● **Exercise brief**: Output exactly the lines below, starting with the line that has "expect(say([2, 0], [2, 2])).toEqual(['start" and going on through the line that has "test('turns back to", both included, and no other lines.

--------

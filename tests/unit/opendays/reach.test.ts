import fc from 'fast-check';
import { describe, expect, test } from 'vitest';
import { clashBetween, clashWith, firstClash, minutesTable, reasonForRun, reasonInFull, reasonInShort, type Sitting } from '@/lib/opendays/rules/reach';

// The rule is LOOK's: start + stay + area minutes ≤ the later start. No published source: it is the club's own definition,
// checked here against a brute-force walk through the day, minute by minute.

const at = (time: string) => { const [hours = 0, minutes = 0] = time.split(':').map(Number); return 29_000_000 + hours * 60 + minutes; };
const sitting = (row: number, time: string, stayMinutes = 35): Sitting => ({ row, opens: at(time), stayMinutes });
const names = ['Saltmarsh', 'Mossgill', 'Pine Barrow', 'Copperkettle'];
const naming = { nameOf: (row: number) => names[row] ?? '?', timeOf: ({ opens }: Sitting) => `${Math.floor((opens - 29_000_000) / 60)}:${String((opens - 29_000_000) % 60).padStart(2, '0')}` };
const minutes = [[0, 5, 10, 20], [5, 0, 10, 15], [10, 10, 0, 10], [20, 15, 10, 0]];

describe('a later time', () => {
  test.each([
    ['leaves exactly enough: stay 35 and 15 minutes to go, at 14:35', '14:35', null],
    ['is one minute too soon', '14:34', 1],
    ['is five minutes too soon', '14:30', 5],
    ['begins the minute the stay ends', '14:20', 15],
  ])('%s', (_, time, lateMinutes) => {
    const clash = clashBetween(sitting(1, time), sitting(3, '13:45'), minutes);

    expect(clash && clash.kind === 'late' ? clash.lateMinutes : clash).toBe(lateMinutes);
  });

  test('within the stay is a clash: the party is there then', () => {
    expect(clashBetween(sitting(1, '14:19'), sitting(3, '13:45'), minutes)).toMatchObject({ kind: 'there' });
    expect(clashBetween(sitting(1, '13:45'), sitting(3, '13:45'), minutes)).toMatchObject({ kind: 'there' });
  });
});

describe('an earlier time', () => {
  test('that ends exactly in time can be reached, one minute later cannot', () => {
    expect(clashBetween(sitting(1, '12:55'), sitting(3, '13:45'), minutes)).toBeNull();
    expect(clashBetween(sitting(1, '12:56'), sitting(3, '13:45'), minutes)).toMatchObject({ kind: 'late', way: 'to', lateMinutes: 1 });
  });

  test('that would still be going on says how late the party would be, for it is not there yet', () => {
    expect(clashBetween(sitting(1, '13:30'), sitting(3, '13:45'), minutes)).toMatchObject({ kind: 'late', way: 'to', lateMinutes: 35 });
  });
});

describe('the same garden twice', () => {
  test('can be had when the first stay is over, with no minutes between', () => {
    expect(clashBetween(sitting(3, '14:20'), sitting(3, '13:45'), minutes)).toBeNull();
    expect(clashBetween(sitting(3, '14:19'), sitting(3, '13:45'), minutes)).toMatchObject({ kind: 'there' });
    expect(clashBetween(sitting(3, '13:11'), sitting(3, '13:45'), minutes)).toMatchObject({ kind: 'late', minutes: 0, lateMinutes: 1 });
  });
});

describe('reasons as sentences', () => {
  const say = (clash: ReturnType<typeof clashWith>, row: number) => clash && [reasonInShort(clash, row, naming), reasonInFull(clash, row, naming), reasonForRun(clash, row, naming)];

  test('name the garden, the minutes and how late', () => {
    expect(say(clashWith(sitting(1, '14:30'), [sitting(3, '13:45')], minutes), 1)).toEqual([
      '15 min away, you would be 5 late', '15 min from Copperkettle, you would be 5 late', '15 min from Copperkettle, too close to your 13:45']);
    expect(say(clashWith(sitting(0, '13:00'), [sitting(3, '13:45')], minutes), 0)).toEqual([
      '20 min to Copperkettle, you would be 10 late there', '20 min to Copperkettle, you would be 10 late there', '20 min from Copperkettle, too close to your 13:45']);
    expect(say(clashWith(sitting(1, '10:00'), [sitting(0, '10:00')], minutes), 1)).toEqual(Array(3).fill('you are at Saltmarsh then'));
    expect(say(clashWith(sitting(3, '13:15'), [sitting(3, '13:45')], minutes), 3)).toEqual(Array(3).fill('too close to your 13:45 at the same garden'));
  });

  test('being there comes before being late, and the nearest in time before a farther one', () => {
    const chosen = [sitting(0, '10:00', 200), sitting(2, '11:30')];

    expect(clashWith(sitting(1, '11:31'), chosen, minutes)).toMatchObject({ kind: 'there', other: { row: 2 } });
    expect(clashWith(sitting(1, '12:06'), chosen, minutes)).toMatchObject({ kind: 'there', other: { row: 0 } });
    expect(clashWith(sitting(1, '13:21'), [sitting(0, '10:00', 200), sitting(2, '12:45')], minutes)).toMatchObject({ kind: 'late', other: { row: 2 } });
  });
});

test('a pair of gardens nobody has measured counts as far as the farthest known one, so that no plan depends on it', () => {
  const facts = [{ fromGardenId: 'a', toGardenId: 'b', minutes: 20 }, { fromGardenId: 'b', toGardenId: 'a', minutes: 20 }, { fromGardenId: 'a', toGardenId: 'c', minutes: 5 }];

  expect(minutesTable(['a', 'b', 'c'], facts)).toEqual([[0, 20, 5], [20, 0, 20], [20, 20, 0]]);
  expect(minutesTable(['a', 'b'], [])).toEqual([[0, 0], [0, 0]]);
});

// Brute force: a party walks through the day minute by minute. It may be at one place only, on the road or in a garden.
const rowArb = fc.integer({ min: 0, max: 3 });
const sittingArb = fc.record({ row: rowArb, opens: fc.integer({ min: 0, max: 240 }), stayMinutes: fc.integer({ min: 1, max: 60 }) });
const tableArb = fc.array(fc.integer({ min: 0, max: 8 }), { minLength: 6, maxLength: 6 }).map((steps) => {
  const [ab = 0, ac = 0, ad = 0, bc = 0, bd = 0, cd = 0] = steps.map((step) => step * 5);
  return [[0, ab, ac, ad], [ab, 0, bc, bd], [ac, bc, 0, cd], [ad, bd, cd, 0]];
});

function canWalk(a: Sitting, b: Sitting, table: number[][]): boolean {
  const [first, then] = a.opens <= b.opens ? [a, b] : [b, a];
  let minute = first.opens, stayLeft = first.stayMinutes, roadLeft = first.row === then.row ? 0 : table[first.row]?.[then.row] ?? 0;
  for (; minute < 2000; minute += 1) {
    if (stayLeft === 0 && roadLeft === 0) return minute <= then.opens;
    if (stayLeft > 0) stayLeft -= 1;
    else roadLeft -= 1;
  }
  return false;
}

test('agrees with a party walking through the day minute by minute', () => {
  fc.assert(fc.property(sittingArb, fc.array(sittingArb, { maxLength: 5 }), tableArb, (wanted, chosen, table) => {
    const isReachable = chosen.every((each) => canWalk(wanted, each, table));

    expect(clashWith(wanted, chosen, table) === null).toBe(isReachable);
  }), { numRuns: 2000 });
});

test('does not depend on which of two times was chosen first', () => {
  fc.assert(fc.property(sittingArb, sittingArb, tableArb, (a, b, table) => {
    expect(clashBetween(a, b, table) === null).toBe(clashBetween(b, a, table) === null);
  }));
});

test('a whole day has a clash exactly when two of its visits have one', () => {
  fc.assert(fc.property(fc.array(sittingArb, { maxLength: 5 }), tableArb, (visits, table) => {
    const pairs = visits.flatMap((a, index) => visits.slice(index + 1).map((b) => [a, b] as const));

    expect(firstClash(visits, table) === null).toBe(pairs.every(([a, b]) => canWalk(a, b, table)));
  }));
});

test('an hour more of time between two visits never makes a reachable one unreachable', () => {
  fc.assert(fc.property(sittingArb, sittingArb, tableArb, (a, b, table) => {
    const [first, then] = a.opens <= b.opens ? [a, b] : [b, a];
    fc.pre(clashBetween(then, first, table) === null);

    expect(clashBetween({ ...then, opens: then.opens + 60 }, first, table)).toBeNull();
  }));
});
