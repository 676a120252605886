import fc from 'fast-check';
import { describe, expect, test } from 'vitest';
import { piecesBetween, trackPieces } from '@/lib/opendays/rules/track';

const say = (from: [number, number], to: [number, number], lastRow = 6) =>
  piecesBetween({ row: from[0], column: from[1] }, { row: to[0], column: to[1] }, lastRow)
    .map((piece) => `${piece.part}${piece.isCut ? '-cut' : ''} ${piece.row},${piece.column} ${piece.edge}`);

describe("the party's line", () => {
  test('leaves below a garden, runs in the gutter to the next time, and comes down to the next garden', () => {
    expect(say([0, 0], [2, 2])).toEqual(['start 0,0 lower', 'across-cut 0,1 lower', 'corner 1,2 upper', 'through-cut 1,2 upper', 'end 2,2 upper']);
  });

  test('turns at once when the next time is the next column', () => {
    expect(say([0, 0], [1, 1])).toEqual(['start-cut 0,0 lower', 'corner 1,1 upper', 'end-cut 1,1 upper']);
  });

  test('leaves above when the next garden stands higher up', () => {
    expect(say([4, 1], [1, 3])).toEqual(['start 4,1 upper', 'across-cut 4,2 upper', 'corner 3,3 lower', 'through-cut 3,3 lower', 'through 2,3 lower', 'end 1,3 lower']);
  });

  test('goes under its own row to a later time at the same garden, and over the last row', () => {
    expect(say([2, 0], [2, 2])).toEqual(['start 2,0 lower', 'across-cut 2,1 lower', 'corner 2,2 lower', 'end-cut 2,2 lower']);
    expect(say([6, 0], [6, 1])).toEqual(['start-cut 6,0 upper', 'corner 6,1 upper', 'end-cut 6,1 upper']);
  });

  test('turns back to the left side of a box in the same column', () => {
    expect(piecesBetween({ row: 0, column: 3 }, { row: 1, column: 3 }, 6).map((piece) => piece.isBack)).toEqual([true, true, false]);
  });
});

test('the line of a whole day is kept by the cell it lies in', () => {
  const pieces = trackPieces([{ row: 0, column: 0 }, { row: 2, column: 2 }, { row: 4, column: 5 }], 6);

  expect(pieces.get('0-0')?.map((piece) => piece.part)).toEqual(['start']);
  expect(pieces.get('2-2')?.map((piece) => piece.part)).toEqual(['end', 'start']);
  expect(pieces.get('5-0')).toBeUndefined();
});

const place = fc.record({ row: fc.nat(6), column: fc.nat(8) });

test('every way is one start, one corner and one end, on the board, with no gap between', () => {
  fc.assert(fc.property(place, place, (a, b) => {
    const [from, to] = a.column <= b.column ? [a, b] : [b, a];
    fc.pre(from.row !== to.row || from.column !== to.column);

    const pieces = piecesBetween(from, to, 6);

    expect(pieces.filter((piece) => piece.part === 'start')).toMatchObject([from]);
    expect(pieces.filter((piece) => piece.part === 'end')).toMatchObject([to]);
    expect(pieces.filter((piece) => piece.part === 'across')).toHaveLength(Math.max(0, to.column - from.column - 1));
    expect(pieces.every((piece) => piece.row >= 0 && piece.row <= 6)).toBe(true);
    const upright = pieces.filter((piece) => piece.part !== 'start' && piece.part !== 'across').map((piece) => piece.row);
    expect(upright.slice(1).every((row, index) => Math.abs(row - (upright[index] ?? row)) <= 1)).toBe(true);
  }));
});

--------

● **Answer section**:
    expect(say([2, 0], [2, 2])).toEqual(['start 2,0 lower', 'across-cut 2,1 lower', 'corner 2,2 lower', 'end-cut 2,2 lower']);
    expect(say([6, 0], [6, 1])).toEqual(['start-cut 6,0 upper', 'corner 6,1 upper', 'end-cut 6,1 upper']);
  });

  test('turns back to the left side of a box in the same column', () => {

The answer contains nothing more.